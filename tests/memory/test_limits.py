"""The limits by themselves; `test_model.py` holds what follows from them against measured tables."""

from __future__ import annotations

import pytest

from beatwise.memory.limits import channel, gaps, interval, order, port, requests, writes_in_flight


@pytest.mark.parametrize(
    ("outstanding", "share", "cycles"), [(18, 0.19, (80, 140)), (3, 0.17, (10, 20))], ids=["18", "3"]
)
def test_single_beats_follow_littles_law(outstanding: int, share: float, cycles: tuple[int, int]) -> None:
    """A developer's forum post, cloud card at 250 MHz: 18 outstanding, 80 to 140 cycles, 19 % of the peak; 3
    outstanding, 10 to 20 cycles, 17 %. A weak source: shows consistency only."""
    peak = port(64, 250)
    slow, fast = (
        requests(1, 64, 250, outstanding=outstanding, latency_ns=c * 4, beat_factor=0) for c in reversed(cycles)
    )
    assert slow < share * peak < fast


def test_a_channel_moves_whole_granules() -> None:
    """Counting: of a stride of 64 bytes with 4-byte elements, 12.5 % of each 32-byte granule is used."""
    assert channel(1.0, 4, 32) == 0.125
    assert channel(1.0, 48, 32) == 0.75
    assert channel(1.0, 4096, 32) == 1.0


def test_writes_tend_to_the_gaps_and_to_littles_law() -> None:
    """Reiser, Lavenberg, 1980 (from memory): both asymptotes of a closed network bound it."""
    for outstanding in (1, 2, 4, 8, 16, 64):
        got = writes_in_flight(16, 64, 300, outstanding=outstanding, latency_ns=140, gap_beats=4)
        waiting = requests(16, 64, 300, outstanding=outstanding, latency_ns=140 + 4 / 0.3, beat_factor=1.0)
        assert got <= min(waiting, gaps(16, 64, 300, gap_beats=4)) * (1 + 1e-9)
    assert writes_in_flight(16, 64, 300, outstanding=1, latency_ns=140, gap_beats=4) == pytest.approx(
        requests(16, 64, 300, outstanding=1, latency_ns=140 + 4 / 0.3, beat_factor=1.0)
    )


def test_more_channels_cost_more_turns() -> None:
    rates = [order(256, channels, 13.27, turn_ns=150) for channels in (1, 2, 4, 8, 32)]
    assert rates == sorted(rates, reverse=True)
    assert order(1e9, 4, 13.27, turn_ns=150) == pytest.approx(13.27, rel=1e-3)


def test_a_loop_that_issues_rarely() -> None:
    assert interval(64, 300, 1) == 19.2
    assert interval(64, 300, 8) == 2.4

--

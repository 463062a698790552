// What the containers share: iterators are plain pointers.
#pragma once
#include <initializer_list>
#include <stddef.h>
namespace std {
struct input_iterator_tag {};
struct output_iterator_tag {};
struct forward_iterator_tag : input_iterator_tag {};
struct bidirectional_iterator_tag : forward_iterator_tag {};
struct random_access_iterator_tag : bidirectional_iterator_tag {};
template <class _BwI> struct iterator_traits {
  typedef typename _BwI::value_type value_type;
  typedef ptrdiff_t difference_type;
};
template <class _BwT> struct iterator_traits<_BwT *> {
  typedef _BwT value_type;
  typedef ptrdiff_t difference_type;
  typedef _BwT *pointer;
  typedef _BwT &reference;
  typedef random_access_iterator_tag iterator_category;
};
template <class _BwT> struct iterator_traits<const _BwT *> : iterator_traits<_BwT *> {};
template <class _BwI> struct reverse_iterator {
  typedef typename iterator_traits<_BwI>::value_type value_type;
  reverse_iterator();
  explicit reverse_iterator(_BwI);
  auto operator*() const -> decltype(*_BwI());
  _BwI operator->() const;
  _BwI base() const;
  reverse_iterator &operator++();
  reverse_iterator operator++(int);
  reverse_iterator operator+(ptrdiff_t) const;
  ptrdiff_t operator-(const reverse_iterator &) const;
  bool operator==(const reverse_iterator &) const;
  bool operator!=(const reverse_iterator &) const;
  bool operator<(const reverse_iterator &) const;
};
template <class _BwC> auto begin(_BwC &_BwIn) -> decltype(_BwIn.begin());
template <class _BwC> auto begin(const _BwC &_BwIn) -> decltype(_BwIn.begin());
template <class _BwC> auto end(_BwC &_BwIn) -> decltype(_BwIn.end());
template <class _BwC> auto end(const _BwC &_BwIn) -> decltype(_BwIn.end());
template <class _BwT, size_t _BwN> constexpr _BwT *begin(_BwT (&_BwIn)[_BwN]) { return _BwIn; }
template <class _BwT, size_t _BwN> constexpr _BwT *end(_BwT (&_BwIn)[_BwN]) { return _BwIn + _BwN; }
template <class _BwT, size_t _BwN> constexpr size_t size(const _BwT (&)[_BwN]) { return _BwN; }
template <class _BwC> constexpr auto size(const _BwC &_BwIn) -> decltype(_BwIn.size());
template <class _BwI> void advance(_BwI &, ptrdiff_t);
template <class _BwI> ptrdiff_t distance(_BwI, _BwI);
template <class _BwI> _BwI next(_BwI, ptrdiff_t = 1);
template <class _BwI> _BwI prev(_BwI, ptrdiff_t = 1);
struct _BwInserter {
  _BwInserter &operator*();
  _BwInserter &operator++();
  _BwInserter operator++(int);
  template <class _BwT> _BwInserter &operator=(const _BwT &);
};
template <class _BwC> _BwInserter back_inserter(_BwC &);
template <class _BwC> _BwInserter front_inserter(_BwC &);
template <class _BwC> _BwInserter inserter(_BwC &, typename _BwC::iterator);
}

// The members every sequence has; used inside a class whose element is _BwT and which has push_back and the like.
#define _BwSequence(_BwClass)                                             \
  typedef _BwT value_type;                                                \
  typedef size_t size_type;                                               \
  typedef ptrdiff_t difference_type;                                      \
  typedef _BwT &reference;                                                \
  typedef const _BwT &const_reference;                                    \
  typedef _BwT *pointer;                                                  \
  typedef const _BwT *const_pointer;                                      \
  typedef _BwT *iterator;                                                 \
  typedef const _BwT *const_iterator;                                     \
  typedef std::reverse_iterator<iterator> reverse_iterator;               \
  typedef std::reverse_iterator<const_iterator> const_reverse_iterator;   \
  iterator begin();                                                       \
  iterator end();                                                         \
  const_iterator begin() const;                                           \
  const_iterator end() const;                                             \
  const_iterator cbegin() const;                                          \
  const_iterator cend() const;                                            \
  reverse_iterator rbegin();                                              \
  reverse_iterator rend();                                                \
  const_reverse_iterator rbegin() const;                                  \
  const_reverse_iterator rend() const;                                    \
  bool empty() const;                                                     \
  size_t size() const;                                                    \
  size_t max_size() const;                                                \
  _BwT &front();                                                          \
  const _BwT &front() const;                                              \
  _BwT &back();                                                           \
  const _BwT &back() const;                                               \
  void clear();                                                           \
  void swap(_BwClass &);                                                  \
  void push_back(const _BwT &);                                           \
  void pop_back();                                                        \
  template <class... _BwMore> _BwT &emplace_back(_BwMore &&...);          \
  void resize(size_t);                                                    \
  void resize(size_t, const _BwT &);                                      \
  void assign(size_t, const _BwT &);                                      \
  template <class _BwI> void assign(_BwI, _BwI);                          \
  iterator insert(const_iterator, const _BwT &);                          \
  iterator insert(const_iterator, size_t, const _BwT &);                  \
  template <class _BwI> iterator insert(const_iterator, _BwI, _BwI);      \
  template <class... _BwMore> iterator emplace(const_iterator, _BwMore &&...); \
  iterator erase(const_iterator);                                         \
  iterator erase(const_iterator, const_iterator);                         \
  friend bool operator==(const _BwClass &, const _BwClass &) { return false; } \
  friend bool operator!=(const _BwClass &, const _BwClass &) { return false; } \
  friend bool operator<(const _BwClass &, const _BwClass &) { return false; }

--

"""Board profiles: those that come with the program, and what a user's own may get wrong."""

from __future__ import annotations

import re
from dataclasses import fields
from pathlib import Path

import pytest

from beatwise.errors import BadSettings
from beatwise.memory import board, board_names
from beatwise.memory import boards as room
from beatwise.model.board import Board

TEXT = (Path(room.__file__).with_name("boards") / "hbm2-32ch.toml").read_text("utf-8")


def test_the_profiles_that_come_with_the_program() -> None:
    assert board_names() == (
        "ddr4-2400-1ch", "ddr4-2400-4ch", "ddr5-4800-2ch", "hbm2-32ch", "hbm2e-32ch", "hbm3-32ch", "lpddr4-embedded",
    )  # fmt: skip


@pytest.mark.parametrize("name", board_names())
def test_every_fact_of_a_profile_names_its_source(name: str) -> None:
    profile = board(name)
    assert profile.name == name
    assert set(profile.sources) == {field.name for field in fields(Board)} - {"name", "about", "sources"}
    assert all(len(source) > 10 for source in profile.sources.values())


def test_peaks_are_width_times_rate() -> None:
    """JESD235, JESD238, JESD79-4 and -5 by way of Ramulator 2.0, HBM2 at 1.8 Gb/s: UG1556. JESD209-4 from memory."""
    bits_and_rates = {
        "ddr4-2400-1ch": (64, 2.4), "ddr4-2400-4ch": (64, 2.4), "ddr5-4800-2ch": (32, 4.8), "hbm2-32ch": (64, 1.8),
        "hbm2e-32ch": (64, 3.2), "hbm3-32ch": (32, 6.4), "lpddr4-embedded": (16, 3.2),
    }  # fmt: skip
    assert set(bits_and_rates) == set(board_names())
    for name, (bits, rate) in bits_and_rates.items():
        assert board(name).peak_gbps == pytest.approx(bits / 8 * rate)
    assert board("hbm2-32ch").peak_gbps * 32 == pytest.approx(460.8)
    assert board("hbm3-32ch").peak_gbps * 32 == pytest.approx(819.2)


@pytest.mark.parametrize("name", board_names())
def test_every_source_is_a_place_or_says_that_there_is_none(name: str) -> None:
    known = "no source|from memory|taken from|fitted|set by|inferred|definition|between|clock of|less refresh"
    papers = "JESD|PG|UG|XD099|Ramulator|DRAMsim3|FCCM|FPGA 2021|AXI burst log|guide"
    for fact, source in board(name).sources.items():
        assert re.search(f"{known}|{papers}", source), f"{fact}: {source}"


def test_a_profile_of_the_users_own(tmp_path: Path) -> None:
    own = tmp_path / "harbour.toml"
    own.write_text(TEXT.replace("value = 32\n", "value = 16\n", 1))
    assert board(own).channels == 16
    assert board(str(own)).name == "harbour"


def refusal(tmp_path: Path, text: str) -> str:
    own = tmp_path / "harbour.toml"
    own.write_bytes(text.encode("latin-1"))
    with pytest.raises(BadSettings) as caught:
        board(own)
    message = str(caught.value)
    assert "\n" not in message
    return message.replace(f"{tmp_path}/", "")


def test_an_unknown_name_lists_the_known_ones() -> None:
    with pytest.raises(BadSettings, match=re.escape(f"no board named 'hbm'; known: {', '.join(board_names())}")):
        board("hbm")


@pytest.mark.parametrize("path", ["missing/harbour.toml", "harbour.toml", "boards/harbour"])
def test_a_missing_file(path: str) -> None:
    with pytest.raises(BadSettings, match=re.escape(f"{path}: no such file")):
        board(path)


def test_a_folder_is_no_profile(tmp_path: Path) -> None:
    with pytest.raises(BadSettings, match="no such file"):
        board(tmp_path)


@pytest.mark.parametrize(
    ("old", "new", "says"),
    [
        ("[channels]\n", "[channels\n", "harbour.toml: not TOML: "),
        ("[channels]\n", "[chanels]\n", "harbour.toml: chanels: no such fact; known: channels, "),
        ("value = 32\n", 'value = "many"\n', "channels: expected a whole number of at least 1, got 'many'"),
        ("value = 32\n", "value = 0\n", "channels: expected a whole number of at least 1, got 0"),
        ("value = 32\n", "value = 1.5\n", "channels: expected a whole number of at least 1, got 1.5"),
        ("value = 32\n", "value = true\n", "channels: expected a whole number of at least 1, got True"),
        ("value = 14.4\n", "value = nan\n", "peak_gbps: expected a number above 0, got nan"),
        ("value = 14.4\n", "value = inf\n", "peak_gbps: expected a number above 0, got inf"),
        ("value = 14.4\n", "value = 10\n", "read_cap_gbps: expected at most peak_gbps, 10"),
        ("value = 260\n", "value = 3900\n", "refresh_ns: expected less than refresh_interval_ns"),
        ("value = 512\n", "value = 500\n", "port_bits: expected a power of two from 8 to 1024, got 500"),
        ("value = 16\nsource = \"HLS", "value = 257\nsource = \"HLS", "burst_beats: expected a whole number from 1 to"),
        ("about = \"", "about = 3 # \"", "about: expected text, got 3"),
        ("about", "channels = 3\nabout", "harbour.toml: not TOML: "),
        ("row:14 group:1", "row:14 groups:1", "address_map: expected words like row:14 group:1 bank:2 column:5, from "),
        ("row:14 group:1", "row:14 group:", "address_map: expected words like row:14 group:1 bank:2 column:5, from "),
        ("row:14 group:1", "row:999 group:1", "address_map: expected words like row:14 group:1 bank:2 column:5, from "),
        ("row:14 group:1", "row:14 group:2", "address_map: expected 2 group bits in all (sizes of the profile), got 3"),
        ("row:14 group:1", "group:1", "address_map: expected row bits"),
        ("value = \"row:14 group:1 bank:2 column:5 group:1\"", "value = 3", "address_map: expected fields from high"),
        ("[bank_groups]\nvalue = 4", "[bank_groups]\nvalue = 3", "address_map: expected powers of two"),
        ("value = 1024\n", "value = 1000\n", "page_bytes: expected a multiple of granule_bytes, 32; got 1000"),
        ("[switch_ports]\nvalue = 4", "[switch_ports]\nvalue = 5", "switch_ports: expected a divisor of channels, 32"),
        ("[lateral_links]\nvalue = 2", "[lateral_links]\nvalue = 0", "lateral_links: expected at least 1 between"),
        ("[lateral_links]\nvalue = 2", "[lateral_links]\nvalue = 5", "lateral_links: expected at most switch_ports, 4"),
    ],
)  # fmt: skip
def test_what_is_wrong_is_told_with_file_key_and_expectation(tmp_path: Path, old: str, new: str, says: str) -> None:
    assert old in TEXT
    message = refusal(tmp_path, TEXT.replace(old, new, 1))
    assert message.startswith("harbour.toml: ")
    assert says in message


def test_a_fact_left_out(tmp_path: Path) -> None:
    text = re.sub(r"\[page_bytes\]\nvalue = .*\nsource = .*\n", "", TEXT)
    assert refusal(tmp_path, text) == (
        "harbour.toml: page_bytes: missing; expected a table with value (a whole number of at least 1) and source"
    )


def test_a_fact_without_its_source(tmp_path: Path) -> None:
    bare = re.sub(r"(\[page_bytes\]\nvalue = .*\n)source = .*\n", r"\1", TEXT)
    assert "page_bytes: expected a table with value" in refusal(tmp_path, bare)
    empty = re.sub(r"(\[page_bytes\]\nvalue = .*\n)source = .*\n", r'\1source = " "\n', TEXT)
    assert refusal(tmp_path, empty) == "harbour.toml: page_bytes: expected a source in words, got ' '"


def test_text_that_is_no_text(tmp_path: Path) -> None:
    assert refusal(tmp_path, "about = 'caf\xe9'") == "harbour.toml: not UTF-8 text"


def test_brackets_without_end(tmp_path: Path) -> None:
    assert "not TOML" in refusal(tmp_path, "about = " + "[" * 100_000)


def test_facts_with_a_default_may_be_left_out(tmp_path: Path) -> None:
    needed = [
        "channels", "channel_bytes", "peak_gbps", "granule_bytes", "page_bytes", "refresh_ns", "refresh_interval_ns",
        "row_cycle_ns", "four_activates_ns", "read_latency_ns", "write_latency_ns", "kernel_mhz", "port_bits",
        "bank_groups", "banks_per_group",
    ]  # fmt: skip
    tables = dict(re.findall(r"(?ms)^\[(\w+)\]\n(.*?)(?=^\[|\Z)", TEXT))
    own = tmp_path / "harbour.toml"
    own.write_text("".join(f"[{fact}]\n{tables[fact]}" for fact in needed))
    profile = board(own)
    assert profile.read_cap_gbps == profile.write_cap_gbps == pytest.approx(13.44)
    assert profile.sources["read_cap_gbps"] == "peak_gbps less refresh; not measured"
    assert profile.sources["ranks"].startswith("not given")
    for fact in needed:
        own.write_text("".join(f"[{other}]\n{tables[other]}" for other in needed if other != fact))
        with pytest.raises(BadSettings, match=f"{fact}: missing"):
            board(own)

## EXERCISE
Could you copy every line in the records that holds "nsource"?

## RESULT
        ("value = 16\nsource = \"HLS", "value = 257\nsource = \"HLS", "burst_beats: expected a whole number from 1 to"),
    text = re.sub(r"\[page_bytes\]\nvalue = .*\nsource = .*\n", "", TEXT)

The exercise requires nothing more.